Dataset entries
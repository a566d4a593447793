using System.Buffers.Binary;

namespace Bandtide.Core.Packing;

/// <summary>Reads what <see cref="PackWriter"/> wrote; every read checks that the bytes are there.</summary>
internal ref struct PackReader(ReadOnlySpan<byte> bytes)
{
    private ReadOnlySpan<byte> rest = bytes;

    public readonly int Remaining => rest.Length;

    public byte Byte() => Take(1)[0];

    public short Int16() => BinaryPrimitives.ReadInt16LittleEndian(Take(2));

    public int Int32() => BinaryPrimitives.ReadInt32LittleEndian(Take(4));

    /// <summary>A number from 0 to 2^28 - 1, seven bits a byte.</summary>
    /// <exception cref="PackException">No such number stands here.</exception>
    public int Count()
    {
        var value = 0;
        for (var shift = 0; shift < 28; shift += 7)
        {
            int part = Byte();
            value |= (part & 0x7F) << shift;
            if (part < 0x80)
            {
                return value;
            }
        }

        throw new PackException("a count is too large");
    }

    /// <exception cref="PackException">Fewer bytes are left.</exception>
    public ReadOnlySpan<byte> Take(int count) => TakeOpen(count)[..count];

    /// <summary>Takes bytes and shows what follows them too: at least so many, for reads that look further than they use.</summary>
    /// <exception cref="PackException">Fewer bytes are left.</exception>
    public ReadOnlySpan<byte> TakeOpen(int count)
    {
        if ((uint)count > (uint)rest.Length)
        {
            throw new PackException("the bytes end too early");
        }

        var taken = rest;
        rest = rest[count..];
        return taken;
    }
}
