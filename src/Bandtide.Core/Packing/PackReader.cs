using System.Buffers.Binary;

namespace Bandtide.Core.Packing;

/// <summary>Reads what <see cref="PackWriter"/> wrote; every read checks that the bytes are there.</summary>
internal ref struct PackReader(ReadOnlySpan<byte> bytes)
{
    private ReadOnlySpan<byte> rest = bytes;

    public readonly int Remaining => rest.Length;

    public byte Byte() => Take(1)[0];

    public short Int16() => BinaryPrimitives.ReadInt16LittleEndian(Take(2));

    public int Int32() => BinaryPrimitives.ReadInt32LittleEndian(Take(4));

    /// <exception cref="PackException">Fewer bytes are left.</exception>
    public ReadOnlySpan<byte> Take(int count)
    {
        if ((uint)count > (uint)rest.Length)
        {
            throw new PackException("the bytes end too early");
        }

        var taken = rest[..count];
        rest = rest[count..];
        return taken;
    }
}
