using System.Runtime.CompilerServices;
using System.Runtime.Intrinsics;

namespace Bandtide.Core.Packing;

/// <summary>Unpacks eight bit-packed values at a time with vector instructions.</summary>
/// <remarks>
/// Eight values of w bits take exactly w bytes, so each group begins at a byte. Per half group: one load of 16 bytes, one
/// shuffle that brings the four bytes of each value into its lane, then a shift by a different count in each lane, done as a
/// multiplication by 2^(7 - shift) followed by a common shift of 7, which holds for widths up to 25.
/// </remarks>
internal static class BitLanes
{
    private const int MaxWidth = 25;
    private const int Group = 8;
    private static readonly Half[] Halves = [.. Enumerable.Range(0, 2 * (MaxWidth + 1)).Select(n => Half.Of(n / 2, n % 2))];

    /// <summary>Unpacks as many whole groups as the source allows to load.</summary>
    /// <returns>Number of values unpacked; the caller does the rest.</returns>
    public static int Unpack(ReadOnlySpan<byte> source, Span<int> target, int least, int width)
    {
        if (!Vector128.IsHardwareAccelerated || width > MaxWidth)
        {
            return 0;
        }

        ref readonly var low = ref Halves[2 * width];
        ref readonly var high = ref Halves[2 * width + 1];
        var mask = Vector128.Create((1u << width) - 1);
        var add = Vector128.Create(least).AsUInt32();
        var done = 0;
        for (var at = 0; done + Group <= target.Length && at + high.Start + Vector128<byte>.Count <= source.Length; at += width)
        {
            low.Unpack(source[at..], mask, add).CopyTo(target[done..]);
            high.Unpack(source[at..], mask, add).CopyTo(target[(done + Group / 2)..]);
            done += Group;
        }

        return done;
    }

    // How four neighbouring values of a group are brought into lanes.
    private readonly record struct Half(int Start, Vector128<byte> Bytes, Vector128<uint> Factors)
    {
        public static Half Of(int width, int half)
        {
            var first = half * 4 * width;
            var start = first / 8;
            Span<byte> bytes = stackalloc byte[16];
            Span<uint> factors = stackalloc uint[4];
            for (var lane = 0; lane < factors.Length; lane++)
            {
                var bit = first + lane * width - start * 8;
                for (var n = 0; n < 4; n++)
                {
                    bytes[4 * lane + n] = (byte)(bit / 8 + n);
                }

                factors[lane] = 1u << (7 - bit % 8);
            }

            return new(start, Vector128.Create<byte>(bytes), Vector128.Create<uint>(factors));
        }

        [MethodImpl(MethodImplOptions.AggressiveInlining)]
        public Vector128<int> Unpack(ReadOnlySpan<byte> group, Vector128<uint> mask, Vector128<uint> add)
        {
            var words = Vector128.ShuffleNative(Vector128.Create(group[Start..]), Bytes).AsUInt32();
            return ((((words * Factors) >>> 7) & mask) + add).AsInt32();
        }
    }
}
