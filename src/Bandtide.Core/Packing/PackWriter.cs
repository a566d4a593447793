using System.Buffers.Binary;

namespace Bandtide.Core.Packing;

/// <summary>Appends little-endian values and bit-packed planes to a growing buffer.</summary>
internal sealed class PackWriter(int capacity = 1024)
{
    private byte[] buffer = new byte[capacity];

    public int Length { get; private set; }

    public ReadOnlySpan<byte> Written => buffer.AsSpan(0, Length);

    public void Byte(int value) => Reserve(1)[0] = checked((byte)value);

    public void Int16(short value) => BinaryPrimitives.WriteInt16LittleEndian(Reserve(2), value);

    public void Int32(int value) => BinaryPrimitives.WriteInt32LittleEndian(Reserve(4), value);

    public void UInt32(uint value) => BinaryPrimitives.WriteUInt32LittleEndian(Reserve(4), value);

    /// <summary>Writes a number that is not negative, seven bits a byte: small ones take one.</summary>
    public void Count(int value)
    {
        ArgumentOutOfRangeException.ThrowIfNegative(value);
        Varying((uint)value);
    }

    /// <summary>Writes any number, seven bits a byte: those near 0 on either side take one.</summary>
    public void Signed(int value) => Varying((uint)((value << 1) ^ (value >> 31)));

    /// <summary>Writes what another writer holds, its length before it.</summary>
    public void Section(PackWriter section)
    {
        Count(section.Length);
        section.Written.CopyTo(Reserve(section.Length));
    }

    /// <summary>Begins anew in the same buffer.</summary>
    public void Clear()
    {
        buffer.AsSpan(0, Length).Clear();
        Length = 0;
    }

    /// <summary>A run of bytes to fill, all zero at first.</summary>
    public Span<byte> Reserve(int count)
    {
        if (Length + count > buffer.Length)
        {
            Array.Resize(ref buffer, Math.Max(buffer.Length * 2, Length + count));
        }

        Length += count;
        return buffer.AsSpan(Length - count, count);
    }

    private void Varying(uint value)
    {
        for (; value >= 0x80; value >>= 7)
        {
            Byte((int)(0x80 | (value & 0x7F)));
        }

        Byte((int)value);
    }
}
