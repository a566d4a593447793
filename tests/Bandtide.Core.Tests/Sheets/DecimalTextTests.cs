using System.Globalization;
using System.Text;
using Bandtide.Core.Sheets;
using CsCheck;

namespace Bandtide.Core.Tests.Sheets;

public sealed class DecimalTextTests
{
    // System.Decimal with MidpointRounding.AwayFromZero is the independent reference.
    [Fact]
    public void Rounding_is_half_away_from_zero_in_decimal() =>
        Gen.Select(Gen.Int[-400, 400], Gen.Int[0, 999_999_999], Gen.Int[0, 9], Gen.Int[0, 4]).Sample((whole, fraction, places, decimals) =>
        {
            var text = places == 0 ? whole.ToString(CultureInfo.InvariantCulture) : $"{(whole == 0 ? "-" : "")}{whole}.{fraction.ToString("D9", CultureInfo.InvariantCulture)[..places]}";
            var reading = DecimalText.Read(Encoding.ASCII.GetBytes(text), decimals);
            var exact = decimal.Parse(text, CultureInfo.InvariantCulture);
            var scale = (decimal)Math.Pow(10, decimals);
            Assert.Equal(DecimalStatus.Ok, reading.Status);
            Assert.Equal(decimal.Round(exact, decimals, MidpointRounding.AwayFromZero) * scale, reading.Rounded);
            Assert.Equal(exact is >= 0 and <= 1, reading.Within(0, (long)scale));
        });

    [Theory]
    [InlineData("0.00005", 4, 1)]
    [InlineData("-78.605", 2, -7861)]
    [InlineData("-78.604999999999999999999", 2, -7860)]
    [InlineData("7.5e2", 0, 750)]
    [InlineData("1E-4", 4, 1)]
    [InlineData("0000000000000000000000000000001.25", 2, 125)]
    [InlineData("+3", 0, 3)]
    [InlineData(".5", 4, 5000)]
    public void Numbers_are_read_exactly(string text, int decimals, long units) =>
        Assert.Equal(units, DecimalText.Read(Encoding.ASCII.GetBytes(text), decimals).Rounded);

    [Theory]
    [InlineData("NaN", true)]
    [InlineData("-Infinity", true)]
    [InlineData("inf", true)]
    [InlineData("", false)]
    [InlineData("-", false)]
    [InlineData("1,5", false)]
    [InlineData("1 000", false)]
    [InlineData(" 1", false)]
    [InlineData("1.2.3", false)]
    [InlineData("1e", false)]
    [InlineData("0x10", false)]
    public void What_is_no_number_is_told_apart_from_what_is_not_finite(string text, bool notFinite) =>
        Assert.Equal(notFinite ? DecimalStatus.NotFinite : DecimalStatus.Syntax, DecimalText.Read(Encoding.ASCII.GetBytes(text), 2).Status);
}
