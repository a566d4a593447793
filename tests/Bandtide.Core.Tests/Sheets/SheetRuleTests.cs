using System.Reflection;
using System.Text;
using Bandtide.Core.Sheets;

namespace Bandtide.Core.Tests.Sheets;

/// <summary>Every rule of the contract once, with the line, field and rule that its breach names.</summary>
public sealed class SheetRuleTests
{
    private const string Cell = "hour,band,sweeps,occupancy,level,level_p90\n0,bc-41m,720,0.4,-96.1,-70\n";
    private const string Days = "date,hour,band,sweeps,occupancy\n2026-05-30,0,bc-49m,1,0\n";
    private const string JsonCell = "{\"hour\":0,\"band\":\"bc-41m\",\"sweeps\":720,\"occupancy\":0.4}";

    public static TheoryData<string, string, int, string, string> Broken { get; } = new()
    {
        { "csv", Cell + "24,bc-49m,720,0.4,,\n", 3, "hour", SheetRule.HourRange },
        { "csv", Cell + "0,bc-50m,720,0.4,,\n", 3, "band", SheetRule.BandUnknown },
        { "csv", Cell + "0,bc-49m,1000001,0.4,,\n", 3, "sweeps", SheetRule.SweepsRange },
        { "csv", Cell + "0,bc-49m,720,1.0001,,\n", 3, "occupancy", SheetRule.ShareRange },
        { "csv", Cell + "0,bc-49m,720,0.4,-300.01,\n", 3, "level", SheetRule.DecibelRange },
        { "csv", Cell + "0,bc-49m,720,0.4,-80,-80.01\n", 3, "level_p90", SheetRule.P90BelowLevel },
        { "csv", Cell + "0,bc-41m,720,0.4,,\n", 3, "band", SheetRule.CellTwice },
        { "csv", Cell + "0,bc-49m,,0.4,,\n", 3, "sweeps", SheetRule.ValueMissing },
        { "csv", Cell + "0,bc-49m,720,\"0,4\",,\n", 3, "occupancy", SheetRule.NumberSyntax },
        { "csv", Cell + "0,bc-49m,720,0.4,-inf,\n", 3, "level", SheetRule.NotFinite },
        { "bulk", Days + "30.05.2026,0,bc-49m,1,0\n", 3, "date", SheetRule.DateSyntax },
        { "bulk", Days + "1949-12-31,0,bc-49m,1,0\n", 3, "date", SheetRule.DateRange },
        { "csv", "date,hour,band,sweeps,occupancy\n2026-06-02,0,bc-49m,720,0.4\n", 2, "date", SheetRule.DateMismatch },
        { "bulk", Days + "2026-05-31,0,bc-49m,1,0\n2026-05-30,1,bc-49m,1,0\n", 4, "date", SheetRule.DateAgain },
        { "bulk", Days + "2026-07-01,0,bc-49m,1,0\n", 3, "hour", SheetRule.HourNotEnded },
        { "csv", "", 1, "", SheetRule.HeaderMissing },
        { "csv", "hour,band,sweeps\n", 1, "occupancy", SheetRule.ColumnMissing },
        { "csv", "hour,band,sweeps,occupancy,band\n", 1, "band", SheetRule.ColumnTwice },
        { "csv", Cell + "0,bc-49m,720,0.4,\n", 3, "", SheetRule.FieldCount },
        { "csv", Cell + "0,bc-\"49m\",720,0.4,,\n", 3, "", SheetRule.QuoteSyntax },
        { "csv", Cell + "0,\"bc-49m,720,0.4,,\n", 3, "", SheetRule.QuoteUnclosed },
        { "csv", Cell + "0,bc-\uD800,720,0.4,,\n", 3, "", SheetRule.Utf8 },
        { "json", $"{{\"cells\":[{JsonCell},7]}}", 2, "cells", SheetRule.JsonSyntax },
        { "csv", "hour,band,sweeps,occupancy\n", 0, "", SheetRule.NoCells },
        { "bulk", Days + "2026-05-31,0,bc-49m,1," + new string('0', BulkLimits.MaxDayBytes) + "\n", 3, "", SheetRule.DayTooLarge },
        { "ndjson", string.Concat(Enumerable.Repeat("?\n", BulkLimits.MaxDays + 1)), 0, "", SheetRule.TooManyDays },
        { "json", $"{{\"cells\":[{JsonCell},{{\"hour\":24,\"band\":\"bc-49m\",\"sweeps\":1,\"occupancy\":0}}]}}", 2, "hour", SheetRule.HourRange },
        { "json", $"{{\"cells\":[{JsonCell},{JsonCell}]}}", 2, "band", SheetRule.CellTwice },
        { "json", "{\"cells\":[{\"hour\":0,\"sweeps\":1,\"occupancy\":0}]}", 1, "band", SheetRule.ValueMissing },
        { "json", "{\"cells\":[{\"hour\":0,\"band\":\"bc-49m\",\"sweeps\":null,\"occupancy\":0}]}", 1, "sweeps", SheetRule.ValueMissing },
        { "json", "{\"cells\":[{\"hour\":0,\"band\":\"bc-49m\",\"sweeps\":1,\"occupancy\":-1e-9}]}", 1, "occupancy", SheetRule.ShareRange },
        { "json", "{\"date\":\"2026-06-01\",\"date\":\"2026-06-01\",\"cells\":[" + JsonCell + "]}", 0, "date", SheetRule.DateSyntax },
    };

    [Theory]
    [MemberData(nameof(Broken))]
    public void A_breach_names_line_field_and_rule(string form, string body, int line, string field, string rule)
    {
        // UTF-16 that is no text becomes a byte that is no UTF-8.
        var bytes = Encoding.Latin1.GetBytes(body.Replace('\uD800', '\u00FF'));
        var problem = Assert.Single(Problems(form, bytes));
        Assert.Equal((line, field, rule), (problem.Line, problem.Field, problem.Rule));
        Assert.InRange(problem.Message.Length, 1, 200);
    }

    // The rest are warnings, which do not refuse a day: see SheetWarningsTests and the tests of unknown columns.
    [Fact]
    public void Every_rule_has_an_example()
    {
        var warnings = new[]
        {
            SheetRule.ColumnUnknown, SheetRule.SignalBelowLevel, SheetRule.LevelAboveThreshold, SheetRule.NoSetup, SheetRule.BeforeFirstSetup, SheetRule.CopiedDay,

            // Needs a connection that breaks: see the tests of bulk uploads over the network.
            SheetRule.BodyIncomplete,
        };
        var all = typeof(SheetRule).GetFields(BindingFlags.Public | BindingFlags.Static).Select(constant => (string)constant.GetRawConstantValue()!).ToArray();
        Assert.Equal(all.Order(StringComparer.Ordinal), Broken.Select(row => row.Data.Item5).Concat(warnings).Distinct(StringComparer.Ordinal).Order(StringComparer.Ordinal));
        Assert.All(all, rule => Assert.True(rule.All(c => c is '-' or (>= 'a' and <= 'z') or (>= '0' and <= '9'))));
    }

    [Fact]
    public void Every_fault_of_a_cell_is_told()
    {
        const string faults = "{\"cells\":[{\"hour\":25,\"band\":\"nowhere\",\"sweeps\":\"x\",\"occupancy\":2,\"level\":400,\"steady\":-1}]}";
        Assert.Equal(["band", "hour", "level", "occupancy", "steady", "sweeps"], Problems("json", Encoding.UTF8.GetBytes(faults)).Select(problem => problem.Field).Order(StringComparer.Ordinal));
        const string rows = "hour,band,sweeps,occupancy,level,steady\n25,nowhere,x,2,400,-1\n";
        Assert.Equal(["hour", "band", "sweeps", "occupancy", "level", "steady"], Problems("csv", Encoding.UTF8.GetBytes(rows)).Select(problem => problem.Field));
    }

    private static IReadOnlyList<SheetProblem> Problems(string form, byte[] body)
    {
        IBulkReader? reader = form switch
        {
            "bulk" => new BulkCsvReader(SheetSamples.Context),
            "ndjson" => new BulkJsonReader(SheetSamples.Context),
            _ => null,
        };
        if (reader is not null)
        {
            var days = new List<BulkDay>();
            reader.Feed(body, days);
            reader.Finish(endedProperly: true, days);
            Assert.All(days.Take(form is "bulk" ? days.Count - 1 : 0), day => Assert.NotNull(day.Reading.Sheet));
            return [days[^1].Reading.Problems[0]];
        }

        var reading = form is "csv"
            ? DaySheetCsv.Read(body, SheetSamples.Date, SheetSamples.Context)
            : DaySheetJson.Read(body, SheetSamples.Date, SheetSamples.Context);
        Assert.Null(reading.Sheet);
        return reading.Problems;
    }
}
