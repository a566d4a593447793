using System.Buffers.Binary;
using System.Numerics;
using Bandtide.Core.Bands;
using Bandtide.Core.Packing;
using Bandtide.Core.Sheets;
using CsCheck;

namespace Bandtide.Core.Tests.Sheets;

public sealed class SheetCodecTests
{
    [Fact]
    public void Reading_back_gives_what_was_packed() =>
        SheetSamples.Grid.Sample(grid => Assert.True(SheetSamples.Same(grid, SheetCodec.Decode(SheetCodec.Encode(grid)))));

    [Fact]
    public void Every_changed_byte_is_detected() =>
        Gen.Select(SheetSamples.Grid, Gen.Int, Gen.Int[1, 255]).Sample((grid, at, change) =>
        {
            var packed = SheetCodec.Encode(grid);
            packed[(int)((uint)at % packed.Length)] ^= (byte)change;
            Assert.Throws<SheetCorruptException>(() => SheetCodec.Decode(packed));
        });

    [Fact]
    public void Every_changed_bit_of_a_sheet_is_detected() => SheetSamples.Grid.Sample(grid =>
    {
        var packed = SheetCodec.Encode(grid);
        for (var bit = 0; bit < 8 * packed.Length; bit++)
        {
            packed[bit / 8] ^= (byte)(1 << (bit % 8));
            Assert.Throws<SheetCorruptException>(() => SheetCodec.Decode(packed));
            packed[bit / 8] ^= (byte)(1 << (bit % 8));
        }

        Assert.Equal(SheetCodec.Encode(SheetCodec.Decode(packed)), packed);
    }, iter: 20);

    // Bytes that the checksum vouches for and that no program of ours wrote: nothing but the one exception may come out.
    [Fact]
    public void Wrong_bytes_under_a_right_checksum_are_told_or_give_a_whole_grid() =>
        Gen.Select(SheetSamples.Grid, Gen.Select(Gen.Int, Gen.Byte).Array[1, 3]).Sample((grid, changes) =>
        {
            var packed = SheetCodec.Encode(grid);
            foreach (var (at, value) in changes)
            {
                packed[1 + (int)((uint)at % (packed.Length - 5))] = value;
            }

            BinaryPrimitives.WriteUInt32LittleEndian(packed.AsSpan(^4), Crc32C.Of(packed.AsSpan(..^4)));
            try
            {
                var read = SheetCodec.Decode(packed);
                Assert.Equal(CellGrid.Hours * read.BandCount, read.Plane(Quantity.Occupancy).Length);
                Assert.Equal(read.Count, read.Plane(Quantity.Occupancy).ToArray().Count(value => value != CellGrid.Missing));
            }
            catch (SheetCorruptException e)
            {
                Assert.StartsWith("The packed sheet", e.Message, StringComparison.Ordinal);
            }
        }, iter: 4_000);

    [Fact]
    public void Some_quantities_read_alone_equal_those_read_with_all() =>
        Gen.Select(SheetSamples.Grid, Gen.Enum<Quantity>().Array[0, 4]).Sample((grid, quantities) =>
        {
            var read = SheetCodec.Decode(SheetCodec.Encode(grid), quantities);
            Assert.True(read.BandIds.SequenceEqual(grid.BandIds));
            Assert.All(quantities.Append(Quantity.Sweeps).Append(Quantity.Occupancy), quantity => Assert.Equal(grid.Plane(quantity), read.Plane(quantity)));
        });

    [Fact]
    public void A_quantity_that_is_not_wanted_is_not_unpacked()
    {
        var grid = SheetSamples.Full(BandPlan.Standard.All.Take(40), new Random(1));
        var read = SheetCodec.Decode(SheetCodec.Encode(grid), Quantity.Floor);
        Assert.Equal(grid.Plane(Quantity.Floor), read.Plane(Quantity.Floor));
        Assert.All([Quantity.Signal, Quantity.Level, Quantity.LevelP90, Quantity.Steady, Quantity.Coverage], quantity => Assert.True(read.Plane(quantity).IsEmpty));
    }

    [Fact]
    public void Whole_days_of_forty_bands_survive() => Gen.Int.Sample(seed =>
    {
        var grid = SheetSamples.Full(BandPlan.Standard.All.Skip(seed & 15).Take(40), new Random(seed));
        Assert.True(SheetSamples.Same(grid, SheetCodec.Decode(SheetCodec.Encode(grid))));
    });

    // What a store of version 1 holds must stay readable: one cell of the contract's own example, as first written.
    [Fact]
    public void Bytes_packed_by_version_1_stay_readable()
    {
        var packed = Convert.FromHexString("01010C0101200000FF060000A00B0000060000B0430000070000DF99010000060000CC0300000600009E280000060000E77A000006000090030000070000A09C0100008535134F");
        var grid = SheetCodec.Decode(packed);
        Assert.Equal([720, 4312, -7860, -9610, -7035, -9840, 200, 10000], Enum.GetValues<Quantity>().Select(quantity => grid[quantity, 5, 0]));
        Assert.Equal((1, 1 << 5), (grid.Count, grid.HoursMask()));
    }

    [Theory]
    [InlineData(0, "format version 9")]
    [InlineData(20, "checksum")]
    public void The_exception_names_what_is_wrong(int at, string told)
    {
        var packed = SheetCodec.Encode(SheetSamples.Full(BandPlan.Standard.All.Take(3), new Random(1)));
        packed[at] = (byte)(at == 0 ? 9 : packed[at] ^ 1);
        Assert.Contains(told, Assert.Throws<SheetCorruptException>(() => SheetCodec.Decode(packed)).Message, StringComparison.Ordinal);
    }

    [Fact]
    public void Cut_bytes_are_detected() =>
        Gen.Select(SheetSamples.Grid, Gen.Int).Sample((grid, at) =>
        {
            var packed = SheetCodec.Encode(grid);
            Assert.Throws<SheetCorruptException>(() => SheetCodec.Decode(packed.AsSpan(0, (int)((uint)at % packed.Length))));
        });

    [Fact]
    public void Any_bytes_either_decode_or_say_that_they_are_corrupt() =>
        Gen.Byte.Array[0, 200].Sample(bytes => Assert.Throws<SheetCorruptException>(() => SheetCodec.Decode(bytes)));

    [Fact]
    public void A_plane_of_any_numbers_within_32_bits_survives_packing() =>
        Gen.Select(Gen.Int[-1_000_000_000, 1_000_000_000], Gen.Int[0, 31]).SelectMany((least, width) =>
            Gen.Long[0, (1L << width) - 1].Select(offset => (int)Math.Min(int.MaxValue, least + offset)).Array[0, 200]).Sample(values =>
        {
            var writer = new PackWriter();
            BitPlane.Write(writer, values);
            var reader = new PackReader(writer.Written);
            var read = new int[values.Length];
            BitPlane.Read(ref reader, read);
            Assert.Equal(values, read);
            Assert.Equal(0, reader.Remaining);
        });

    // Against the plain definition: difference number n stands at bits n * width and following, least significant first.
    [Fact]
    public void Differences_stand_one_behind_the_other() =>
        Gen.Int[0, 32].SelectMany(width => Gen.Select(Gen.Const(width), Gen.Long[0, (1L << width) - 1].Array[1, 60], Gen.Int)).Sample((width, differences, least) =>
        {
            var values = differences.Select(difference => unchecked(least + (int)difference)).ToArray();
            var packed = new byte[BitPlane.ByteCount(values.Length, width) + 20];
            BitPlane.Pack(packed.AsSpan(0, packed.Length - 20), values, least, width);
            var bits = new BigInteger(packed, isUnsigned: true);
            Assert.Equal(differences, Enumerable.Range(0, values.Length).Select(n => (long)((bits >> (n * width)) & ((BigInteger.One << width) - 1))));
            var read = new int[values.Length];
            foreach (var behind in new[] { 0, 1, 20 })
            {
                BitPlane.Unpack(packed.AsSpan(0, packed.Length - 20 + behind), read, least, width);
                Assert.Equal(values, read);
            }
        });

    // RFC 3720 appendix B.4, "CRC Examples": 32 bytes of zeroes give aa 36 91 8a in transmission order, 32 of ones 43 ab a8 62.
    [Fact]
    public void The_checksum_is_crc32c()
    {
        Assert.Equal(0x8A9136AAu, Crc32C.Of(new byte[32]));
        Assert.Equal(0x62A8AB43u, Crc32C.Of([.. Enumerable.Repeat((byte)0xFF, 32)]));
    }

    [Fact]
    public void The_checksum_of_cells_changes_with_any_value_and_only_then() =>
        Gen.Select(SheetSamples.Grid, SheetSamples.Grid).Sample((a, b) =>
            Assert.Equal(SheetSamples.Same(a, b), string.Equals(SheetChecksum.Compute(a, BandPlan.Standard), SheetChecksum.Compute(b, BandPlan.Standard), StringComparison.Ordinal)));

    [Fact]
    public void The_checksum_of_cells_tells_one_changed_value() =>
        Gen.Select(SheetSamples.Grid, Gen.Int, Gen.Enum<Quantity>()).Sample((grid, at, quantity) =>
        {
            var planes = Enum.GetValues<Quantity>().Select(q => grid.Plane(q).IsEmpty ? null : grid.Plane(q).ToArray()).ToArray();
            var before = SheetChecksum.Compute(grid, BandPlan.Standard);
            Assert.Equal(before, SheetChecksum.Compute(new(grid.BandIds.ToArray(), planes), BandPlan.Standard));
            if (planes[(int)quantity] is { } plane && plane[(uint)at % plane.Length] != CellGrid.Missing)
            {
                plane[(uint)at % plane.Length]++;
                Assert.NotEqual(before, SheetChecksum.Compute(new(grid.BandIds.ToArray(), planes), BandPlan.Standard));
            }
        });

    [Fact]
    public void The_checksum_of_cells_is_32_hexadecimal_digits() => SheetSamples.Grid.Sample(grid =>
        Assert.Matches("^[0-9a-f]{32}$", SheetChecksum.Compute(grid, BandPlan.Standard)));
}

■ **Task objective**
If a line contains the string "Halves", it counts toward the total; state that total for the records above and nothing more.

■ **Solved problem**
3